Project description:Palm oil is the world's most important vegetable oil in terms of production quantity. Indonesia, the world's largest palm-oil producer, plans to double its production by 2020, with unclear implications for the other national priorities of food (rice) production, forest and biodiversity protection, and carbon conservation. We modeled the outcomes of alternative development scenarios and show that every single-priority scenario had substantial tradeoffs associated with other priorities. The exception was a hybrid approach wherein expansion targeted degraded and agricultural lands that are most productive for oil palm, least suitable for food cultivation, and contain the lowest carbon stocks.
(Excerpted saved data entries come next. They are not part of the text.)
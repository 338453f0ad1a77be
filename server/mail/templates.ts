import { readdirSync, readFileSync } from 'node:fs'
import path from 'node:path'
import { fileURLToPath } from 'node:url'
import Handlebars from 'handlebars'
import { SAFETY_CAUTION } from '../../shared/electrical/caution'
import { NOTIFICATION_CATEGORIES, NOTIFICATION_CATEGORY_INFO, type NotificationCategory } from '../../shared/schemas/notifications'

const MAIL_TEMPLATES_DIR = path.resolve(path.dirname(fileURLToPath(import.meta.url)), '../../templates/mail')

/** What every mail knows about its reader, for the greeting and the footer. */
export interface MailReader {
  recipientName: string
  recipientEmail: string
  settingsUrl: string
}

export interface RenderedMail {
  subject: string
  text: string
  html: string
}

interface CategoryTemplates {
  subject: HandlebarsTemplateDelegate
  text: HandlebarsTemplateDelegate
  html: HandlebarsTemplateDelegate
}

/**
 * The mail templates of templates/mail: per category a subject, a text and an HTML template; the
 * partials carry the layout and the footer with the safety caution and how to switch the category
 * off. HTML output is escaped by handlebars (the templates never use triple braces); subject and
 * text are plain text and not escaped.
 */
export class MailTemplates {
  private readonly byCategory: Record<NotificationCategory, CategoryTemplates>

  constructor(dir = MAIL_TEMPLATES_DIR) {
    const plain = Handlebars.create()
    const html = Handlebars.create()
    const read = (file: string) => readFileSync(path.join(dir, file), 'utf8')
    for (const file of readdirSync(path.join(dir, 'partials'))) {
      const name = file.replace(/\.hbs$/, '')
      const target = name.startsWith('html-') ? html : plain
      target.registerPartial(name, read(path.join('partials', file)))
    }
    const compile = (file: string, engine: typeof Handlebars, noEscape: boolean) => engine.compile(read(file), { strict: true, noEscape })
    this.byCategory = Object.fromEntries(
      NOTIFICATION_CATEGORIES.map((category) => [
        category,
        {
          subject: compile(`${category}.subject.hbs`, plain, true),
          text: compile(`${category}.text.hbs`, plain, true),
          html: compile(`${category}.html.hbs`, html, false),
        },
      ]),
    ) as Record<NotificationCategory, CategoryTemplates>
  }

  render(category: NotificationCategory, data: MailReader & Record<string, unknown>): RenderedMail {
    const templates = this.byCategory[category]
    // one line: a header must not carry a line break from a project name
    const subject = templates.subject(data).replace(/\s+/g, ' ').trim()
    const context = { ...data, subject, caution: SAFETY_CAUTION, categoryLabel: NOTIFICATION_CATEGORY_INFO[category].label }
    return { subject, text: templates.text(context), html: templates.html(context) }
  }
}
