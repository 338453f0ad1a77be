import { computed, ref } from 'vue'
import { defineStore } from 'pinia'
import type { Role } from '@shared/auth/roles'
import { api } from '@/api/client'
import { authApi } from '@/api/auth'
import type { AuthSession, LoginBody, User } from '@/api/types'

export const useAuthStore = defineStore('auth', () => {
  // memory only: a reload gets a new token from the httpOnly refresh cookie, never from storage
  const token = ref<string | null>(null)
  const user = ref<User | null>(null)
  let restoring: Promise<void> | null = null

  function applySession(session: AuthSession | null): void {
    token.value = session?.token ?? null
    user.value = session?.user ?? null
  }

  api.connectSession({ accessToken: () => token.value, sessionChanged: applySession })

  const isSignedIn = computed(() => user.value !== null && token.value !== null)

  function hasRole(roles: readonly Role[]): boolean {
    return user.value !== null && roles.includes(user.value.role)
  }

  async function signIn(credentials: LoginBody): Promise<User> {
    const session = await authApi.login(credentials)
    applySession(session)
    return session.user
  }

  async function signOut(): Promise<void> {
    try {
      await authApi.logout()
    } finally {
      // the local session ends even when the server cannot be reached
      applySession(null)
    }
  }

  /** Resumes the session from the refresh cookie once per page load; later calls wait for the same. */
  function restore(): Promise<void> {
    restoring ??= api.refreshSession().then(
      () => undefined,
      // server unreachable or failing: start signed out; signing in reports the real problem
      () => applySession(null),
    )
    return restoring
  }

  /** Keeps the header current when an administrator edits their own account. */
  function replaceUser(updated: User): void {
    if (user.value?.id === updated.id) user.value = updated
  }

  return { token, user, isSignedIn, hasRole, signIn, signOut, restore, replaceUser }
})
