import { describe, expect, it } from 'vitest'
import { demoDesign } from '@shared/demo/designs'
import { changesBySomeoneElse, countOwnChanges } from './designChanges'

describe('changes between design versions', () => {
  it('matches strings and runs by id, so removing one does not mark the later ones as changed', () => {
    const before = demoDesign('gridTied')
    const theirs = demoDesign('gridTied')
    theirs.topology.runs.splice(1, 1) // R2 removed
    theirs.topology.runs[2]!.lengthFt = 40 // R4, now third in the list

    const changes = changesBySomeoneElse(before, theirs, before)

    expect(changes.filter((c) => c.path.startsWith('topology.runs[R4]')).map((c) => [c.path, c.before, c.theirs])).toEqual([['topology.runs[R4].lengthFt', 15, 40]])
    expect(changes.filter((c) => c.path.startsWith('topology.runs[R3]'))).toEqual([])
    expect(changes.every((c) => c.path.startsWith('topology.runs[R2]') || c.path === 'topology.runs[R4].lengthFt')).toBe(true)
  })

  it('counts this editor’s own changes, and none for an untouched copy', () => {
    const before = demoDesign('gridTied')
    const mine = demoDesign('gridTied')
    expect(countOwnChanges(before, mine)).toBe(0)

    mine.codeBasis.designLowC = -22
    mine.topology.arrays[0]!.tiltDeg = 30
    expect(countOwnChanges(before, mine)).toBe(2)
  })
})
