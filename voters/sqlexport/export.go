package sqlexport

import (
	"bufio"
	"errors"
	"fmt"
	"io"
	"math"
	"strconv"
	"strings"
	"unicode/utf8"

	"surety/datasets"
	"surety/voters"
)

// DefaultTable is the input table's name when Options.Table is empty.
const DefaultTable = "input_rows"

// MaxTermsPerLevel is the most terms one sum adds in one query level; a
// longer sum goes on in the next level out. SQLite's default limit on an
// expression's depth is 1,000 (SQLITE_MAX_EXPR_DEPTH, sqlite.org/limits.html);
// a term adds about 5 to the depth of a sum.
const MaxTermsPerLevel = 900

// Output column names. A class's total weight is named WeightPrefix plus
// the class name.
const (
	ClassColumn  = "class"
	MarginColumn = "margin"
	WeightPrefix = "weight_"
)

// ErrTableName is wrapped by the error for a table name that is not an
// identifier.
var ErrTableName = errors.New("not a table name")

// Options sets Write. The zero value reads DefaultTable and returns the
// class and the margin only.
type Options struct {
	// Table is the input table: one identifier of letters, digits and
	// underscores not starting with a digit, or several joined by dots
	// (schema.table). Each part is quoted, so case is kept. "" means
	// DefaultTable.
	Table string
	// Keep names input columns passed through to the output ahead of the
	// class (a row key, to join the predictions back). They are not read
	// otherwise, so they may hold anything.
	Keep []string
	// ClassWeights adds one column per class, WeightPrefix plus the class
	// name: the total weight of the voters that chose it.
	ClassWeights bool
	// Provenance is written in the header comment.
	Provenance Provenance
}

// Provenance is what the header comment says about the vote.
type Provenance struct {
	// Statement is the certificate in one sentence; "" leaves the line out.
	Statement string
	// Delta is the certificate's delta; 0 leaves the line out.
	Delta float64
	// Data is the fingerprint of the training data; a zero value leaves the
	// line out.
	Data datasets.Fingerprint
	// ModelSHA256 is the hex SHA-256 of the model file's bytes; "" leaves
	// the line out.
	ModelSHA256 string
	// Label is the label column's name in the training data, for the
	// reader; "" leaves it out.
	Label string
}

// CheckTableName reports whether name can be Options.Table.
func CheckTableName(name string) error {
	if name == "" {
		return fmt.Errorf("sqlexport: %w: the name is empty", ErrTableName)
	}
	for _, part := range strings.Split(name, ".") {
		if part == "" {
			return fmt.Errorf("sqlexport: %q is %w: an empty part between dots", name, ErrTableName)
		}
		for i, r := range part {
			letter := r == '_' || (r >= 'a' && r <= 'z') || (r >= 'A' && r <= 'Z')
			digit := r >= '0' && r <= '9'
			if !letter && !(digit && i > 0) {
				return fmt.Errorf("sqlexport: %q is %w: use letters, digits and underscores, not starting with a digit, parts joined by dots", name, ErrTableName)
			}
		}
	}
	return nil
}

// Write writes v as one SELECT over the table of opts, reading the columns
// of schema (the model's: every column a voter reads, with its kind), to w.
// Voters of weight 0 are left out. It fails, writing nothing, when the vote
// does not check (voter fields, classes, weights), a voter reads a column
// the schema lacks or holds with another kind, a voter has a kind this
// package cannot translate, or a name cannot be written.
func Write(w io.Writer, v *voters.Vote, schema []voters.ColumnSpec, opts Options) error {
	g, err := newGen(v, schema, opts)
	if err != nil {
		return err
	}
	bw := bufio.NewWriterSize(w, 1<<16)
	g.write(bw)
	if err := bw.Flush(); err != nil {
		return fmt.Errorf("sqlexport: %w", err)
	}
	return nil
}

// gen holds one translation: the vote, its inputs and the query levels
// from the innermost (which reads the table) out.
type gen struct {
	v      *voters.Vote
	schema []voters.ColumnSpec
	col    map[string]int // schema index of a column name
	opts   Options
	table  string // quoted
	levels [][]string
}

func newGen(v *voters.Vote, schema []voters.ColumnSpec, opts Options) (*gen, error) {
	if v == nil {
		return nil, errors.New("sqlexport: no vote")
	}
	k := len(v.Classes)
	if k < 2 {
		return nil, fmt.Errorf("sqlexport: the vote has %d classes, want at least 2", k)
	}
	if len(v.Weights) != len(v.Voters) {
		return nil, fmt.Errorf("sqlexport: %d weights for %d voters", len(v.Weights), len(v.Voters))
	}
	for i, wt := range v.Weights {
		if math.IsNaN(wt) || math.IsInf(wt, 0) {
			return nil, fmt.Errorf("sqlexport: weight %d is %v", i, wt)
		}
	}
	if opts.Table == "" {
		opts.Table = DefaultTable
	}
	if err := CheckTableName(opts.Table); err != nil {
		return nil, err
	}
	g := &gen{v: v, schema: schema, col: map[string]int{}, opts: opts}
	parts := strings.Split(opts.Table, ".")
	for i, p := range parts {
		parts[i] = ident(p)
	}
	g.table = strings.Join(parts, ".")
	for i, c := range schema {
		if err := checkText("column name", c.Name, true); err != nil {
			return nil, err
		}
		if c.Kind != datasets.Numeric && c.Kind != datasets.Categorical {
			return nil, fmt.Errorf("sqlexport: column %q has no kind", c.Name)
		}
		if _, dup := g.col[c.Name]; dup {
			return nil, fmt.Errorf("sqlexport: column %q is twice in the schema", c.Name)
		}
		g.col[c.Name] = i
	}
	names := map[string]bool{ClassColumn: true, MarginColumn: true}
	for _, c := range v.Classes {
		if err := checkText("class name", c, false); err != nil {
			return nil, err
		}
		if opts.ClassWeights {
			names[WeightPrefix+c] = true
		}
	}
	for _, c := range opts.Keep {
		if err := checkText("kept column", c, true); err != nil {
			return nil, err
		}
		if names[c] {
			return nil, fmt.Errorf("sqlexport: kept column %q has the name of an output column", c)
		}
		names[c] = true
	}
	for i, vt := range v.Voters {
		if v.Weights[i] == 0 {
			continue
		}
		if vt == nil {
			return nil, fmt.Errorf("sqlexport: voter %d is nil", i)
		}
		if err := vt.Check(k); err != nil {
			return nil, fmt.Errorf("sqlexport: voter %d (%s): %w", i, vt.Kind(), err)
		}
		if err := g.checkVoter(vt); err != nil {
			return nil, fmt.Errorf("sqlexport: voter %d (%s): %w", i, vt.Kind(), err)
		}
	}
	g.build()
	return g, nil
}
This approach avoided any loss in forest or biodiversity and substantially ameliorated the impacts of oil-palm expansion on carbon stocks (limiting net loss to 191.6 million tons) and annual food production capacity (loss of 1.9 million tons). Our results suggest that the environmental and land-use tradeoffs associated with oil-palm expansion can be largely avoided through the implementation of a properly planned and spatially explicit development strategy.